* _Assigned task_
Among the records below, find each line bearing the word "track" and copy it.

* _Source data_
=-=-=-=-=
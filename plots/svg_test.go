package plots

import (
	"bytes"
	"encoding/xml"
	"strconv"
	"strings"
	"testing"

	"gonum.org/v1/plot/vg"
)

// render draws a figure as SVG; a failure ends the test.
func render(t *testing.T, f *Figure, err error) string {
	t.Helper()
	if err != nil {
		t.Fatal(err)
	}
	var b bytes.Buffer
	if err := f.Write(&b, "svg"); err != nil {
		t.Fatal(err)
	}
	return b.String()
}

// svgText is a text of an SVG with the paper that it takes, pt, y upward.
type svgText struct {
	s   string
	box vg.Rectangle
}

// elements calls each for every element of the SVG, with the text in it.
func elements(t *testing.T, svg string, each func(e xml.StartElement, attr func(string) string, text string)) {
	t.Helper()
	dec := xml.NewDecoder(strings.NewReader(svg))
	var open []xml.StartElement
	var words strings.Builder
	for {
		tok, err := dec.Token()
		if tok == nil {
			if err.Error() != "EOF" {
				t.Fatal(err)
			}
			return
		}
		switch k := tok.(type) {
		case xml.StartElement:
			open = append(open, k.Copy())
			words.Reset()
		case xml.CharData:
			words.Write(k)
		case xml.EndElement:
			e := open[len(open)-1]
			open = open[:len(open)-1]
			each(e, func(name string) string {
				for _, a := range e.Attr {
					if a.Name.Local == name {
						return a.Value
					}
				}
				return ""
			}, words.String())
			words.Reset()
		}
	}
}

func number(t *testing.T, s string) float64 {
	t.Helper()
	v, err := strconv.ParseFloat(strings.TrimSuffix(s, "px"), 64)
	if err != nil {
		t.Fatal(err)
	}
	return v
}

func texts(t *testing.T, svg string) (out []svgText) {
	t.Helper()
	elements(t, svg, func(e xml.StartElement, attr func(string) string, words string) {
		if e.Name.Local != "text" {
			return
		}
		size := number(t, attr("font-size"))
		w := textWidth(words, size, attr("font-weight") == "bold")
		x, y := number(t, attr("x")), -number(t, attr("y"))
		out = append(out, svgText{words, vg.Rectangle{Min: xy(x, y-tailDepth*size), Max: xy(x+w, y+capHeight*size)}})
	})
	return out
}

func has(list []svgText, part string) bool {
	for _, s := range list {
		if strings.Contains(s.s, part) {
			return true
		}
	}
	return false
}
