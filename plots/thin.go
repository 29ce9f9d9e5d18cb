package plots

import "math"

// Thin drops points of a polyline that the line hardly needs, by the algorithm of
// Douglas & Peucker, The Canadian Cartographer 10 (1973) 112-122 (from memory).
//
// Law: both ends stay, order stays, and every dropped point lies within tolerance
// (in the unit of the points, 0 or more) of the segment that replaces it.
// The points must be finite. The result shares no memory with pts.
func Thin(pts []Point, tolerance float64) []Point {
	keep := thinIndex(len(pts), tolerance, func(i int) (x, y float64) { return pts[i].X, pts[i].Y })
	out := make([]Point, len(keep))
	for i, k := range keep {
		out[i] = pts[k]
	}
	return out
}

// thinIndex gives the indices that Thin keeps, ascending. A stack replaces recursion,
// so that a track of any length is safe.
func thinIndex(n int, tolerance float64, at func(int) (x, y float64)) []int {
	if n <= 2 {
		return countTo(n)
	}
	kept := make([]bool, n)
	kept[0], kept[n-1] = true, true
	stack := [][2]int{{0, n - 1}}
	for len(stack) > 0 {
		lo, hi := stack[len(stack)-1][0], stack[len(stack)-1][1]
		stack = stack[:len(stack)-1]
		far, dist := farthest(lo, hi, at)
		if dist > tolerance {
			kept[far] = true
			stack = append(stack, [2]int{lo, far}, [2]int{far, hi})
		}
	}
	out := make([]int, 0, n)
	for i, k := range kept {
		if k {
			out = append(out, i)
		}
	}
	return out
}

func countTo(n int) []int {
	out := make([]int, n)
	for i := range out {
		out[i] = i
	}
	return out
}

// farthest finds the point strictly between lo and hi that is farthest from the
// segment joining them; distance -1 if there is none.
func farthest(lo, hi int, at func(int) (x, y float64)) (int, float64) {
	ax, ay := at(lo)
	bx, by := at(hi)
	best, dist := lo, -1.0
	for i := lo + 1; i < hi; i++ {
		px, py := at(i)
		if d := segmentDistance(px, py, ax, ay, bx, by); d > dist {
			best, dist = i, d
		}
	}
	return best, dist
}

// segmentDistance is the distance from p to the segment a-b, not to its line: a track
// that turns back on itself would lose its turning point otherwise.
func segmentDistance(px, py, ax, ay, bx, by float64) float64 {
	dx, dy := bx-ax, by-ay
	l2 := dx*dx + dy*dy
	t := 0.0
	if l2 > 0 {
		t = math.Max(0, math.Min(1, ((px-ax)*dx+(py-ay)*dy)/l2))
	}
	return math.Hypot(px-ax-t*dx, py-ay-t*dy)
}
=-=-=-=-=
* _Task output_
// so that a track of any length is safe.
// segmentDistance is the distance from p to the segment a-b, not to its line: a track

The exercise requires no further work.